→ **Work item**: Write out again only the lines that run from the start of the entries to the line containing "# -- arealaw entropy: lattice options", both included.

→ **Data to use**:
# (id, surface, input, words of the message, exit status or exception class)
# surface: cli = argv (with {d} for the folder of _files); api = callable;
#          scenario = TOML text run by `arealaw run`; store = argv of a store command.
CORPUS = [
    # -- arealaw entropy: lattice options
    ("cli-no-lattice", "cli", E + ["--box", "3"], ["no lattice", "shape"], 2),
    ("cli-shape-zero", "cli", E + ["--shape", "0", "--box", "1"], ["'0'", "positive"], 2),
    ("cli-shape-word", "cli", E + ["--shape", "ten", "--box", "1"], ["'ten'", "inf"], 2),
    ("cli-shape-4d", "cli", E + ["--shape", "2", "2", "2", "2", "--box", "1"], ["4 axes"], 2),
    ("cli-mass-negative", "cli", E + ["--shape", "10", "--mass", "-1", "--box", "2"],
     ["mass", "-1"], 2),
    ("cli-mass-nan", "cli", E + ["--shape", "10", "--mass", "nan", "--box", "2"], ["mass"], 2),
    ("cli-boundary-typo", "cli", SH + ["--boundary", "periodc", "--box", "3"],
     ["periodc", "did you mean 'periodic'"], 2),
    ("cli-boundary-count", "cli", SH + ["--boundary", "open", "open", "open", "--box", "3"],
     ["boundary", "3 values", "2 axes"], 2),
    ("cli-coupling-zero", "cli", SH + ["--coupling", "0", "--box", "3"], ["coupling", "> 0"], 2),
    ("cli-coupling-count", "cli", SH + ["--coupling", "1", "2", "3", "--box", "3"],
     ["coupling", "2 axes"], 2),
    ("cli-massless-periodic", "cli", E + ["--shape", "8", "--boundary", "periodic", "--box", "2"],
     ["zero mode", "mass"], 2),
    ("cli-coupling-disorder", "cli", SH + ["--coupling-disorder", "1.5", "--box", "3"],
     ["coupling_disorder", "0 <= w < 1"], 2),
    ("cli-seed-negative", "cli", SH + ["--mass-disorder", "0.1", "--seed", "-3", "--box", "3"],
     ["seed", ">= 0"], 2),
    ("cli-inertia-zero", "cli", SH + ["--inertia", "0", "--box", "3"], ["inertia", "> 0"], 2),
    ("cli-shape-and-potential", "cli", SH + ["--potential", "{d}/V.npz", "--sites", "x"],
     ["cannot be combined", "potential"], 2),
    ("cli-kinetic-alone", "cli", E + ["--kinetic", "{d}/V.npz", "--box", "1"],
     ["kinetic", "potential"], 2),
    ("cli-potential-missing", "cli", E + ["--potential", "{d}/nope.npz", "--sites", "x"],
     ["does not exist"], 2),
    ("cli-potential-not-npz", "cli", E + ["--potential", "{d}/notnpz.npz", "--sites", "x"],
     ["not a scipy.sparse"], 2),
    ("cli-indefinite-4000", "cli", E + ["--potential", "{d}/indefinite.npz", "--sites",
                                        "{d}/sites_ok.txt"], ["not positive definite"], 2),
    # -- arealaw entropy: regions
    ("cli-no-region", "cli", SH, ["no region", "--box"], 2),
    ("cli-two-kinds", "cli", SH + ["--box", "3", "--ball", "2"], ["exactly one region kind"], 2),
    ("cli-box-outside", "cli", SH + ["--box", "3", "--origin", "9", "0"], ["outside"], 2),
    ("cli-box-zero", "cli", SH + ["--box", "0"], ["box size", ">= 1"], 2),
    ("cli-box-axes", "cli", SH + ["--box", "2", "2", "2"], ["3 values", "2 axes"], 2),
    ("cli-box-float", "cli", SH + ["--box", "2.7"], ["invalid int value", "2.7"], 2),
    ("cli-origin-alone", "cli", SH + ["--ball", "2", "--origin", "1", "1"],
     ["'origin'", "does not go with 'ball'"], 2),
    ("cli-ball-negative", "cli", SH + ["--ball", "-2"], ["ball radius", ">= 0"], 2),
    ("cli-ball-empty", "cli", SH + ["--ball", "0.2", "--center", "0.5", "0.5"], ["no sites"], 2),
    ("cli-ball-inf", "cli", SH + ["--ball", "inf"], ["ball radius", "finite"], 2),
    ("cli-slab-axis", "cli", SH + ["--slab", "2", "0", "1"], ["axis 2", "out of range"], 2),
    ("cli-slab-order", "cli", SH + ["--slab", "0", "5", "3"], ["start < stop"], 2),
    ("cli-half-space-axis", "cli", SH + ["--half-space", "5", "3"], ["axis 5"], 2),
    ("cli-sites-missing", "cli", SH + ["--sites", "{d}/nope.txt"], ["does not exist"], 2),
    ("cli-sites-text", "cli", SH + ["--sites", "{d}/sites.txt"], ["sites.txt", "integer"], 2),
    ("cli-sites-range", "cli", SH + ["--sites", "{d}/sites_range.txt"],
     ["200", "out of range"], 2),
    ("cli-sites-duplicate", "cli", SH + ["--sites", "{d}/sites_dup.txt"], ["more than once"], 2),
    ("cli-sites-fraction", "cli", SH + ["--sites", "{d}/sites_frac.txt"], ["1.5"], 2),
    ("cli-sites-objects", "cli", SH + ["--sites", "{d}/objects.npy"],
     ["objects.npy", "Python objects"], 2),
    ("cli-mask-pickled", "cli", SH + ["--mask", "{d}/pickled.npy"],
     ["pickled.npy", "pickled", "numpy.save"], 2),
    ("cli-mask-size", "cli", SH + ["--mask", "{d}/mask_shape.npy"], ["7 entries", "100"], 2),
    ("cli-mask-values", "cli", SH + ["--mask", "{d}/mask_values.npy"], ["boolean"], 2),
    ("cli-regions-overlap", "cli", SH + ["--box", "3", "--origin", "0", "0", "--box-b", "3",
                                         "--origin-b", "1", "1"], ["share"], 2),
    ("cli-negativity-alone", "cli", SH + ["--box", "3", "--negativity"], ["second region"], 2),
    # -- arealaw entropy: measures, numerics, options
    ("cli-renyi-zero", "cli", SH + ["--box", "3", "--renyi", "0"], ["Rényi", "> 0"], 2),
    ("cli-renyi-word", "cli", SH + ["--box", "3", "--renyi", "two"], ["'two'"], 2),
    ("cli-tol-big", "cli", SH + ["--box", "3", "--tol", "2"], ["tol=2", "(0, 1)"], 2),
    ("cli-tol-unreachable", "cli", SH + ["--box", "3", "--tol", "1e-30"],
     ["tol=1e-30", "reach", "1e-14"], 2),
    ("cli-energies-negative", "cli", SH + ["--box", "3", "--energies", "-1"], ["energies"], 2),
    ("cli-method-typo", "cli", SH + ["--box", "3", "--method", "dens"],
     ["'dens'", "did you mean 'dense'"], 2),
    ("cli-method-cannot", "cli", SH + ["--box", "3", "--method", "radial"],
     ["'radial' cannot serve"], 2),
    ("cli-option-typo", "cli", SH + ["--box", "3", "--shpe", "4"],
     ["--shpe", "did you mean '--shape'"], 2),
    ("cli-command-typo", "cli", ["entropi"], ["'entropi'", "did you mean 'entropy'"], 2),
    ("cli-radial-shells", "cli", E + ["--radial", "10", "--shells", "10"], ["shells", "< N"], 2),
    ("cli-radial-clash", "cli", E + ["--radial", "10", "--shells", "3", "--box", "2"],
     ["--radial cannot be combined"], 2),
    ("cli-dim-alone", "cli", E + ["--shape", "8", "--box", "2", "--dim", "3"], ["--radial"], 2),
    # -- refusals before allocating (shape and options only)
    ("cli-mass-overflow", "cli", E + ["--shape", "10", "--mass", "1e200", "--box", "3"],
     ["mass=1e+200", "rescale"], 2),
    ("cli-huge-box", "cli", E + ["--shape", "100000", "100000", "--box", "50000", "50000"],
     ["needs about", "available", "smaller region"], 2),
    ("cli-huge-ball-infinite", "cli", E + ["--shape", "inf", "inf", "--mass", "0.1", "--ball",
                                           "1000000"], ["needs about", "available"], 2),
    ("cli-huge-disorder", "cli", E + ["--shape", "1000", "1000", "1000", "--mass", "0.1",
                                      "--mass-disorder", "0.5", "--box", "3"],
     ["no method can serve", "needs about", "uniform"], 2),
    ("cli-huge-cube", "cli", E + ["--shape", "1000", "1000", "1000", "--box", "200", "200",
                                  "200"], ["no method fits in memory", "smaller region"], 2),
    # -- arealaw run options
    ("cli-run-missing", "cli", ["run", "{d}/nope.toml"], ["does not exist"], 2),
    ("cli-run-timeout", "cli", ["run", "{d}/s.toml", "--scheduler-timeout", "-1"],
     ["--scheduler-timeout", "> 0"], 2),
    ("cli-run-workers-zero", "cli", ["run", "{d}/s.toml", "--workers", "0"], ["'0'", ">= 1"],
     2),
    ("cli-run-scheduler-down", "cli", ["run", "{d}/s.toml", "--store", "{d}/r.sqlite",
                                       "--scheduler", "tcp://127.0.0.1:9",
                                       "--scheduler-timeout", "0.5"],
     ["cannot reach the dask scheduler"], 2),
    # -- stores
    ("store-missing", "store", ["results", "--store", "{d}/nope.sqlite"],
     ["does not exist", "arealaw run"], 2),
    ("store-corrupt-results", "store", ["results", "--store", "{d}/corrupt.sqlite"],
     ["not an arealaw result store"], 2),
    ("store-corrupt-run", "store", ["run", "{d}/s.toml", "--store", "{d}/corrupt.sqlite"],
     ["not an arealaw result store"], 2),
    ("store-foreign-results", "store", ["results", "--store", "{d}/foreign.sqlite"],
     ["another program", "notes", "does not modify"], 2),
    ("store-foreign-run", "store", ["run", "{d}/s.toml", "--store", "{d}/foreign.sqlite"],
     ["another program", "new --store"], 2),
    ("store-old-layout", "store", ["results", "--store", "{d}/old.sqlite"],
     ["older table layout", "new --store"], 2),
    ("store-other-version", "store", ["run", "{d}/s.toml", "--store", "{d}/v001.sqlite"],
     ["arealaw 0.0.1", "not mixed", "new --store"], 2),
    ("store-folder", "store", ["run", "{d}/s.toml", "--store", "{d}/adir.sqlite"],
     ["is a folder"], 2),
    ("store-under-a-file", "store", ["run", "{d}/s.toml", "--store", "{d}/afile/r.sqlite"],
     ["cannot create the folder", "another --store"], 2),
    ("store-truncated", "store", ["results", "--store", "{d}/truncated.sqlite"],
     ["damaged", "new --store"], 2),
    ("store-result-edited", "store", ["results", "--store", "{d}/badresult.sqlite"],
     ["cannot be read", "outside arealaw"], 2),
    ("store-result-edited-fit", "store", ["fit", "--store", "{d}/badresult.sqlite"],
     ["cannot be read", "outside arealaw"], 2),
    ("store-results-family-typo", "store", ["results", "--store", "{d}/v001.sqlite",
                                            "--family", "nope"],
     ["no results for family 'nope'", "allowed"], 2),
    ("store-fit-empty-family", "store", ["fit", "--store", "{d}/v001.sqlite", "--family", "x"],
     ["no results", "family 'x'"], 2),
    # -- scenario files (run by `arealaw run`)
    ("scn-not-toml", "scenario", "shape = [", ["not valid TOML"], 2),
    ("scn-top-typo", "scenario", "titel = 'x'\n" + BASE + "[[family]]\nbox = 2\n",
     ["'titel'", "did you mean 'title'"], 2),
    ("scn-lattice-typo", "scenario", BASE + "mas = 1\n[[family]]\nbox = 2\n",
     ["'mas'", "did you mean 'mass'"], 2),
    ("scn-mass-true", "scenario", "[lattices.a]\nshape = [12]\nmass = true\n[[family]]\nbox = 2\n",
     ["mass", "True"], 2),
    ("scn-box-true", "scenario", BASE + "[[family]]\nbox = true\n", ["box", "True"], 2),
    ("scn-box-fraction", "scenario", BASE + "[[family]]\nbox = 2.5\n", ["2.5", "whole number"],
     2),
    ("scn-origin-fraction", "scenario", BASE + "[[family]]\nbox = [2]\norigin = [1.5]\n",
     ["1.5", "whole number"], 2),
    ("scn-shape-true", "scenario", "[lattices.a]\nshape = true\nmass = 1\n[[family]]\nbox = 2\n",
     ["shape", "True"], 2),
    ("scn-method-typo", "scenario", "[numerics]\nmethod = \"spectrl\"\n" + BASE +
     "[[family]]\nbox = 2\n", ["'spectrl'", "did you mean 'spectral'"], 2),
    ("scn-tol-tiny", "scenario", "[numerics]\ntol = 1e-30\n" + BASE + "[[family]]\nbox = 2\n",
     ["tol", "1e-14"], 2),
    ("scn-undefined-lattice", "scenario", BASE + "[[family]]\nlattice = \"b\"\nbox = 2\n",
     ["'b'", "not defined"], 2),
    ("scn-region-outside", "scenario", BASE + "[[family]]\nbox = [4]\norigin = [60]\n",
     ["outside"], 2),
    ("scn-sweep-backwards", "scenario", BASE + "[[family]]\nbox = {from = 5, to = 2}\n",
     ["from <= to"], 2),
    ("scn-nothing", "scenario", BASE, ["nothing to compute"], 2),
    ("scn-family-name-twice", "scenario", BASE + "[[family]]\nname = 'x'\nbox = 2\n"
     "[[family]]\nname = 'x'\nbox = 3\n", ["'x'", "already used", "own name"], 2),
    # -- Python API
    ("api-region-other-network", "api", lambda: al.entropy(NET, al.box(BIG, 3)),
     ["another network", "20x20", "10x10"], ValueError),
    ("api-region-b-other-network", "api",
     lambda: al.entropy(NET, al.box(NET, 2, origin=(0, 0)), region_b=al.box(BIG, 2)),
     ["region_b", "another network"], ValueError),
    ("api-negativity-other-network", "api",
     lambda: al.logarithmic_negativity(NET, al.box(NET, 2, origin=(0, 0)), al.box(BIG, 2)),
     ["another network"], ValueError),
    ("api-1d-region-on-2d", "api", lambda: al.entropy(NET, al.box(CHAIN, 3)),
     ["another network", "chain of 30 sites"], ValueError),
    ("api-union-other-network", "api", lambda: al.union(NET, al.box(NET, 2), al.box(BIG, 2)),
     ["another network"], ValueError),
    ("api-box-fraction", "api", lambda: al.box(NET, 2.7), ["box size", "2.7", "truncated"],
     ValueError),
    ("api-origin-fraction", "api", lambda: al.box(NET, 2, origin=(1.5, 2.5)),
     ["box origin", "1.5"], ValueError),
    ("api-hypercubic-true", "api", lambda: al.hypercubic(True), ["shape entry", "True"],
     ValueError),
    ("api-hypercubic-none", "api", lambda: al.hypercubic(None), ["shape", "None"], ValueError),
    ("api-mass-string", "api", lambda: al.hypercubic(10, mass="0.1"), ["mass", "'0.1'"],
     ValueError),
    ("api-entropy-string-network", "api", lambda: al.entropy("net", al.box(NET, 2)),
     ["network must be an OscillatorNetwork", "str"], ValueError),
    ("api-entropy-not-region", "api", lambda: al.entropy(NET, [1, 2, 3]),
     ["region must be a Region", "list"], ValueError),
    ("api-ball-string", "api", lambda: al.ball(NET, "3"), ["ball radius", "'3'"], ValueError),
    ("api-box-none", "api", lambda: al.box(NET, None), ["box size", "None"], ValueError),
    ("api-box-string-network", "api", lambda: al.box("net", 2), ["network", "str"], ValueError),
    ("api-method-list", "api", lambda: al.entropy(NET, al.box(NET, 2), method=["dense"]),
     ["method must be a method name", "list"], ValueError),
    ("api-method-typo", "api", lambda: al.entropy(NET, al.box(NET, 2), method="sparce"),
     ["'sparce'", "did you mean 'sparse'"], ValueError),
    ("api-ragged-matrix", "api", lambda: al.OscillatorNetwork([[2.0, -1.0], [-1.0]]),
     ["potential V", "rectangular"], ValueError),
    ("api-string-matrix", "api", lambda: al.OscillatorNetwork([["a", "b"], ["c", "d"]]),
     ["potential V"], ValueError),
    ("api-sites-ragged", "api", lambda: al.from_sites(NET, [[1, 2], [3]]),
     ["sites", "ragged"], ValueError),
    ("api-mask-strings", "api", lambda: al.from_mask(NET, ["a"] * 100), ["mask", "boolean"],
     ValueError),
    ("api-axis-float", "api", lambda: al.slab(NET, 0.5, 0, 2), ["axis", "0.5"], ValueError),
    ("api-tol-bool", "api", lambda: al.entropy(NET, al.box(NET, 2), tol=True), ["tol=True"],
     ValueError),
    ("api-energies-float", "api", lambda: al.entropy(NET, al.box(NET, 2), energies=2.5),
     ["energies=2.5"], ValueError),
    ("api-run-cases-string", "api", lambda: al.run_cases("abc", None),
     ["cases must be a list of Case", "str"], ValueError),
    ("api-mass-overflow", "api", lambda: al.hypercubic(10, mass=1e200), ["mass=1e+200", "rescale"],
     ValueError),
    ("api-inertia-underflow", "api", lambda: al.hypercubic(10, mass=1.0, inertia=1e-320),
     ["inertia", "rescale"], ValueError),
    ("api-fit-power-nan", "api", lambda: fit_scaling([2, 3, 4, 5], [1, 2, 3, 4], dim=2,
                                                     powers=[float("nan")]),
     ["power", "finite", "nan"], ValueError),
    ("api-workers-zero", "api", lambda: al.run_cases([], None, workers=0), ["workers=0"],
     ValueError),
]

→ **Worked solution**:
# (id, surface, input, words of the message, exit status or exception class)
# surface: cli = argv (with {d} for the folder of _files); api = callable;
#          scenario = TOML text run by `arealaw run`; store = argv of a store command.
CORPUS = [
    # -- arealaw entropy: lattice options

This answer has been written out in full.